The Anatomy Of A Corporate Lynching

The Anatomy Of A Corporate Lynching Book in PDF, ePub and Kindle version is available to download in english. Read online anytime anywhere directly from your device. Click on the download button below to get a free pdf file of The Anatomy Of A Corporate Lynching book. This book definitely worth reading, it is an incredibly well-written.

The Anatomy of a Corporate Lynching

Author : Charles Ford 4th
Publisher : Independently Published
Page : 168 pages
File Size : 51,8 Mb
Release : 2019-01-08
Category : Electronic
ISBN : 1729262503

Get Book

The Anatomy of a Corporate Lynching by Charles Ford 4th Pdf

This biographical recollection goes behind the scenes of a very public copyright and civil rights lawsuit that took place in New York between the author and Con Edison. The ensuing litigation details and media accounts shared within the pages act as a motivational guide to people going through a similar corporate crisis. From Ford's experiences, readers can extract something which will help them persevere and reinforce their desire to fight back and stand their ground when they feel exploited.

Anatomy of a Lynching

Author : James R. McGovern
Publisher : LSU Press
Page : 219 pages
File Size : 42,9 Mb
Release : 2013-10-07
Category : History
ISBN : 9780807154267

Get Book

Anatomy of a Lynching by James R. McGovern Pdf

"A sensitive and forthright analysis of one of the most gruesome episodes in Florida history... McGovern has produced a richly detailed case study that should enhance our general understanding of mob violence and vigilantism." -- Florida Historical Quarterly "[McGovern] has succeeded in writing more than a narrative account of this bloodcurdling story; he has explored its causes and ramifications." -- American Historical Review "A finely crafted historical case study of one lynching, its antecedents, and its aftermath." -- Contemporary Sociology First published in 1982, James R. McGovern's Anatomy of a Lynching unflinchingly reconstructs the grim events surrounding the death of Claude Neal, one of the estimated three thousand blacks who died at the hands of southern lynch mobs in the six decades between the 1880s and the outbreak of World War II. Neal was accused of the brutal rape and murder of Lola Cannidy, a young white woman he had known since childhood. On October 26, 1934, a well-organized mob took Neal from his jail cell. The following night, the mob tortured Neal and hanged him to the point of strangulation, repeating the process until the victim died. A large crowd of men, women, and children who gathered to witness, celebrate, and assist in the lynching further mutilated Neal's body. Finally, the battered corpse was put on display, suspended as a warning from a tree in front of the Jackson County, Florida, courthouse. Based on extensive research as well as on interviews with both blacks and whites who remember Neal's death, Anatomy of a Lynching sketches the social background of Jackson County, Florida -- deeply religious, crushed by the Depression, accustomed to violence, and proud of its role in the Civil War -- and examines which elements in the county's makeup contributed to the mob violence. McGovern offers a powerful dissection of an extraordinarily violent incident.

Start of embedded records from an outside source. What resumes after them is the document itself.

/**
 * An uncertainty cell: how sure the names in `of` are, given every spread upstream of them (a
 * parameter's `spread`, a fit's estimates with their covariance). It draws or perturbs those
 * inputs with the what-if evaluator (engine/what-if.ts, `RunContext.whatIf`), so only what lies
 * between them and the names runs again and the study's own values are never touched.
 * Inputs: uncertainty-inputs.ts (and uncertainty-shadows.ts: a spread on a computed value
 * stands for the spreads upstream of it); the methods: uncertainty-methods.ts; the report and the names
 * defined downstream (`<name>_p025`, `_p975`, `_sd`, `_probability`): uncertainty-report.ts.
 */
import type { Cell, UncertaintyCell } from '../study/types.ts';
import { MAX_SAMPLES } from '../study/types.ts';
import type { GraphNode, Outcome, RunContext, Use } from '../engine/node.ts';
import { cellRef } from '../engine/node.ts';
import type { NodeOutput } from '../engine/report.ts';
import { fail, guarded, FieldError } from './fields.ts';
import { uncertainInputs, drawerOf, workingOf, inputWords } from './uncertainty-inputs.ts';
import { MonteCarloRun, linear } from './uncertainty-methods.ts';
import { runToEnd, type SlicedRun } from '../engine/sliced.ts';
import { RESULT_ENDINGS, monteCarloOutcome, linearOutcome } from './uncertainty-report.ts';
import { bandRuns, BandRun } from './uncertainty-band.ts';
import { shadowedInputs } from './uncertainty-shadows.ts';

/** Samples drawn when `samples` is not given, and the seed when `seed` is not. */
export const DEFAULT_SAMPLES = 2000;
export const DEFAULT_SEED = 1;
/** Samples per cell work budget (engine/budget.ts): about 3,000 units per sample, more than the 6-dose schedule with four questions needs (about 1,900). */
export const SAMPLES_PER_BUDGET = 1000;
/** The most cell budgets an uncertainty cell may use: past it, it is stopped with the budget's message (fewer samples, or a lighter run). */
export const MOST_BUDGETS = 10;

/**
 * How many cell budgets a cell may use (`GraphNode.workScale`): for an uncertainty cell one per
 * 1,000 samples (its default samples for the linear method), 1 to MOST_BUDGETS, as many again
 * for each run whose band it draws (`cells`: the study); 1 for another cell.
 */
export function workScaleOf(cell: unknown, cells: readonly Cell[] = []): number {
  const c = cell as Partial<UncertaintyCell> | null;
  if (c?.kind !== 'uncertainty') return 1;
  const samples = c.method !== 'linear' && Number.isInteger(c.samples) ? (c.samples as number) : DEFAULT_SAMPLES;
  const bands = c.method === 'linear' ? 0 : bandRuns(c.of, cells).length;
  return Math.min(MOST_BUDGETS, Math.max(1, samples / SAMPLES_PER_BUDGET)) * (1 + bands);
}

/**
 * What to make smaller when a Monte Carlo cell runs out of work: its samples first (the budget
 * stops growing past MOST_BUDGETS), then what each sample runs.
 */
function monteCarloAdvice(cell: UncertaintyCell, bands: number): string {
  const n = Number.isInteger(cell.samples) ? (cell.samples as number) : DEFAULT_SAMPLES;
  return `draw fewer samples than ${n.toLocaleString('en-US')} (each runs the study's values again${bands ? ', and again for each band it draws' : ''}), `
    + 'or shorten the run or loosen its tolerance';
}

/** The cell's node; `cells` (the study) says which runs show a band from its samples (`buildContext` in cells/index.ts). */
export function uncertaintyNodes(cell: UncertaintyCell, at: string, cells: readonly Cell[] = []): Array<GraphNode<NodeOutput<'uncertainty'>>> {
  const of = Array.isArray(cell.of) ? cell.of.filter((n): n is string => typeof n === 'string') : [];
  // each name is read even when it has no value now: a sample may give it one; but not when
  // an error upstream took it away, which no sample mends: the cell waits on that error
  const uses: Use[] = of.map((name, i) => ({ name, path: `${at}.of[${i}]`, optional: true, waitsOnError: true }));
  // the runs whose band it draws: their models (a run answering a name here adds no cycle)
  const bands = cell.method === 'linear' ? [] : bandRuns(of, cells);
  for (const run of bands) uses.push({ name: cellRef(run), path: `${at}.of`, optional: true });
  return [{
    key: `${cell.id}/uncertainty`,
    cell: cell.id,
    defines: of.flatMap((name, i) => RESULT_ENDINGS.map((end) => ({ name: `${name}${end}`, path: `${at}.of[${i}]` }))),
    uses,
    allowsTime: false,
    readsUpstream: true,
    workScale: workScaleOf(cell, cells),
    ...(cell.method === 'linear' ? {} : { workAdvice: monteCarloAdvice(cell, bands.length) }),
    signature: `${JSON.stringify(cell)}|bands:${bands.join(',')}`,
    problems: [],
    run: (ctx) => runToEnd(startUncertainty(cell, at, of, ctx, bands)),
    // Monte Carlo is long: the app's worker draws its samples in slices after the other cells
    ...(cell.method === 'linear' ? {} : { slices: (ctx: RunContext) => startUncertainty(cell, at, of, ctx, bands) }),
  }];
}

type Out = NodeOutput<'uncertainty'>;

/** The outcome at once (the linear method, a problem), or the Monte Carlo samples to draw. */
function startUncertainty(cell: UncertaintyCell, at: string, of: readonly string[], ctx: RunContext, bands: readonly string[]): Outcome<Out> | SlicedRun<Out> {
  try {
    return prepareUncertainty(cell, at, of, ctx, bands);
  } catch (err) {
    if (err instanceof FieldError) return { ok: false, error: err.error };
    throw err;
  }
}

function prepareUncertainty(cell: UncertaintyCell, at: string, of: readonly string[], ctx: RunContext, bands: readonly string[]): Outcome<Out> | SlicedRun<Out> {
  if (ctx.mode === 'check') return { ok: true, bindings: new Map(), output: { computed: false, message: 'checked; run the study to see how sure its results are' } };
  if (!ctx.whatIf || !ctx.peek) fail(at, 'this cell cannot vary values here (no what-if evaluation is available)', 'internal');
  const peek = ctx.peek!;
  const method = cell.method ?? 'monte-carlo';
  const samples = cell.samples ?? DEFAULT_SAMPLES;
  const seed = cell.seed ?? DEFAULT_SEED;
  if (!(Number.isInteger(samples) && samples >= 1 && samples <= MAX_SAMPLES)) fail(`${at}.samples`, `must be a whole number of samples from 1 to ${MAX_SAMPLES.toLocaleString('en-US')}`);
  if (of.length === 0) fail(`${at}.of`, 'list the names to carry the uncertainty to');

  // the values with a spread upstream of the names (a name may be one itself)
  const candidates = new Set<string>();
  for (const name of of) {
    candidates.add(name);
    for (const n of ctx.upstream(name)) candidates.add(n);
  }
  const bindingOf = (n: string) => (of.includes(n) ? ctx.binding(n) : peek(n));
  const found = uncertainInputs(candidates, bindingOf);
  // keep those that can change a name (a fit's estimates reach a run's plot without changing its
  // answers), a spread on a computed value standing for the spreads upstream of it
  const { inputs, warnings } = shadowedInputs(found, of, ctx);
  if (inputs.length === 0) {
    fail(`${at}.of`, `${of.length === 1 ? `"${of[0]}" depends` : 'none of these names depends'} on no value with a spread: give a parameter upstream a spread (beside its value), or read a fit's estimates`);
  }
  const prepared = ctx.whatIf!(of, inputs.map((x) => x.name));
  if (!prepared.ok) {
    const i = prepared.error.name !== undefined ? of.indexOf(prepared.error.name) : -1;
    fail(i >= 0 ? `${at}.of[${i}]` : `${at}.of`, prepared.error.message);
  }
  const words = inputs.map(inputWords);
  const present = (name: string) => ctx.binding(name);
  const warned = <T extends Outcome<Out>>(o: T): T => (o.ok && warnings.length ? { ...o, output: { ...o.output, warnings } } : o);
  if (method === 'linear') {
    const r = linear(prepared, workingOf(inputs));
    return warned(linearOutcome(of, r, words, present, at));
  }
  const drawer = drawerOf(inputs);
  if (typeof drawer === 'string') fail(`${at}.of`, drawer, 'numeric');
  const draw = drawer as Exclude<typeof drawer, string>;
  const mc = new MonteCarloRun(prepared, draw, inputs.length, samples, seed);
  // the bands from the same draws, after the samples, in slices too; none in a what-if (a run nested in another cell's)
  const banded = bands.length > 0 && ctx.mode === 'run';
  let outcome: Outcome<Out> | undefined;
  let band: BandRun | undefined;
  return {
    get done() { return mc.done + (band?.done ?? 0); },
    // one unit per sample and per sample of each run's band (its exact count known once it starts)
    get total() { return samples + (band ? band.total : banded ? samples * bands.length : 0); },
    unit: banded ? 'model runs' : 'samples',
    step: (until) => {
      const drawing = mc.done < samples;
      if (!mc.step(until)) return false;
      outcome ??= guarded(() => warned(monteCarloOutcome(of, mc.result(), words, present, samples, seed, at)));
      if (!banded || !outcome.ok) return true;
      try {
        band ??= new BandRun(bands, ctx, inputs, draw, samples, seed);
        // a slice that drew the last samples ends there when its time is up (the band in the next)
        return !(drawing && performance.now() > until) && band.step(until);
      } catch (err) {
        if (!(err instanceof FieldError)) throw err;
        outcome = { ok: false, error: err.error };
        return true;
      }
    },
    finish: () => {
      if (!band || !outcome!.ok) return outcome!;
      return { ...outcome!, output: { ...outcome!.output, bands: band.result() } };
    },
  };
}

The Lynching of Cleo Wright

Author : Dominic J. CapeciJr.
Publisher : University Press of Kentucky
Page : 352 pages
File Size : 41,7 Mb
Release : 2014-10-17
Category : History
ISBN : 9780813156460

Get Book

The Lynching of Cleo Wright by Dominic J. CapeciJr. Pdf

On January 20, 1942, black oil mill worker Cleo Wright assaulted a white woman in her home and nearly killed the first police officer who tried to arrest him. An angry mob then hauled Wright out of jail and dragged him through the streets of Sikeston, Missouri, before burning him alive. Wright's death was, unfortunately, not unique in American history, but what his death meant in the larger context of life in the United States in the twentieth-century is an important and compelling story. After the lynching, the U.S. Justice Department was forced to become involved in civil rights concerns for the first time, provoking a national reaction to violence on the home front at a time when the country was battling for democracy in Europe. Dominic Capeci unravels the tragic story of Wright's life on several stages, showing how these acts of violence were indicative not only of racial tension but the clash of the traditional and the modern brought about by the war. Capeci draws from a wide range of archival sources and personal interviews with the participants and spectators to draw vivid portraits of Wright, his victims, law-enforcement officials, and members of the lynch mob. He places Wright in the larger context of southern racial violence and shows the significance of his death in local, state, and national history during the most important crisis of the twentieth-century.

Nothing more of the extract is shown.